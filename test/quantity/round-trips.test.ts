import fc from 'fast-check'
import { describe, expect, test } from 'vitest'
import { type AngleKind, AZIMUTH, LATITUDE, TOLERANCE } from '../../src/quantity/angle-kind.ts'
import { formatArcmin, formatDegrees } from '../../src/quantity/format-angle.ts'
import { formatYear, formatYearRange } from '../../src/quantity/format-year.ts'
import { readAngle } from '../../src/quantity/read-angle.ts'
import { readAngleRange } from '../../src/quantity/read-angle-range.ts'
import { readMeasured } from '../../src/quantity/read-measured.ts'
import { readUnit } from '../../src/quantity/read-unit.ts'
import { readYears } from '../../src/quantity/read-years.ts'
import type { Misread, Reading } from '../../src/quantity/reading.ts'
import { HUMIDITY, LENGTH, TEMPERATURE } from '../../src/quantity/unit-kind.ts'

const seed = 20_260_101
const numRuns = 500

function read<T>(reading: Reading<T>): T {
  if (!reading.ok) throw new Error(`${reading.misread.code}: ${reading.misread.message}`)
  return reading.value
}

describe('what is printed can be read again', () => {
  test('degrees, to half of the last printed unit', () => {
    const degrees = fc.double({ min: -90, max: 90, noNaN: true })
    const half = { second: 0.5 / 3600, minute: 0.5 / 60, decimal: 0.5e-4 } as const
    fc.assert(
      fc.property(degrees, fc.constantFrom('second', 'minute', 'decimal'), (deg, unit) => {
        const again = read(readAngle(formatDegrees(deg, unit), LATITUDE))
        expect(Math.abs(again - deg)).toBeLessThanOrEqual(half[unit] * (1 + 1e-9))
      }),
      { seed, numRuns },
    )
  })

  test('small angles, to 5 % or half a minute', () => {
    const arcmin = fc.double({ min: 0.001, max: 2700, noNaN: true })
    fc.assert(
      fc.property(arcmin, (size) => {
        const again = read(readAngle(formatArcmin(size), TOLERANCE)) * 60
        expect(Math.abs(again - size)).toBeLessThanOrEqual(Math.min(0.05 * size, 0.5 + 1e-9))
      }),
      { seed, numRuns },
    )
  })

  test('years and ranges, exactly', () => {
    const year = fc.integer({ min: -29_999, max: 12_000 })
    fc.assert(
      fc.property(year, year, (a, b) => {
        const [from, to] = [Math.min(a, b), Math.max(a, b)]
        expect(read(readYears(formatYear(a)))).toMatchObject({ from: a, to: a })
        expect(read(readYears(formatYearRange(from, to)))).toMatchObject({ from, to, circaYears: 0 })
      }),
      { seed, numRuns },
    )
  })
})

describe('no text makes a reader throw, and each refusal is marked inside the text', () => {
  const pieces = [
    '49',
    '°',
    '34',
    '′',
    '18',
    '″',
    ' ',
    '±',
    '+/-',
    'within',
    'to',
    '–',
    '-',
    '−',
    'BCE',
    'AD',
    'c.',
    'N',
    '.',
    ',',
    '1e9',
    'm',
    '%',
    'K',
    'unknown',
    '\u0000',
    '🌞',
  ]
  const mixed = fc.array(fc.constantFrom(...pieces), { maxLength: 9 }).map((parts) => parts.join(''))
  const texts = fc.oneof(
    fc.constantFrom('', ' ', ' ± ', ' - ', '49°–'),
    mixed,
    fc.string({ unit: 'grapheme', maxLength: 40 }),
    fc.string({ unit: 'binary', maxLength: 20 }),
  )
  const angle = (kind: AngleKind) => (text: string) => readAngle(text, kind)
  const readers: Readonly<Record<string, (text: string) => Reading<unknown>>> = {
    angle: angle(LATITUDE),
    range: (text) => readAngleRange(text, TOLERANCE),
    measured: (text) => readMeasured(text, angle(AZIMUTH), angle(TOLERANCE)),
    years: readYears,
    length: (text) => readUnit(text, LENGTH),
    temperature: (text) => readUnit(text, TEMPERATURE),
    humidity: (text) => readUnit(text, HUMIDITY),
  }

  test.each(Object.keys(readers))('%s', (name) => {
    fc.assert(
      fc.property(texts, (text) => {
        const reading = readers[name]!(text)
        const misreads: readonly Misread[] = reading.ok ? (reading.warnings ?? []) : [reading.misread]
        for (const { offset, length, message } of misreads) {
          expect(offset).toBeGreaterThanOrEqual(0)
          expect(length).toBeGreaterThanOrEqual(1)
          expect(offset + length).toBeLessThanOrEqual(Math.max(1, text.length))
          expect(message).not.toBe('')
        }
        if (reading.ok) expect(numbersIn(reading.value).every(Number.isFinite)).toBe(true)
      }),
      { seed, numRuns },
    )
  })
})

function numbersIn(value: unknown): number[] {
  if (typeof value === 'number') return [value]
  return value === null || typeof value !== 'object' ? [] : Object.values(value).flatMap(numbersIn)
}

▶ **Activity**
Would you return exactly, and only, the lines beginning at the one with "if (typeof value" and ending at the last line of the listing?

▶ **Response for this exercise**
  if (typeof value === 'number') return [value]
  return value === null || typeof value !== 'object' ? [] : Object.values(value).flatMap(numbersIn)
}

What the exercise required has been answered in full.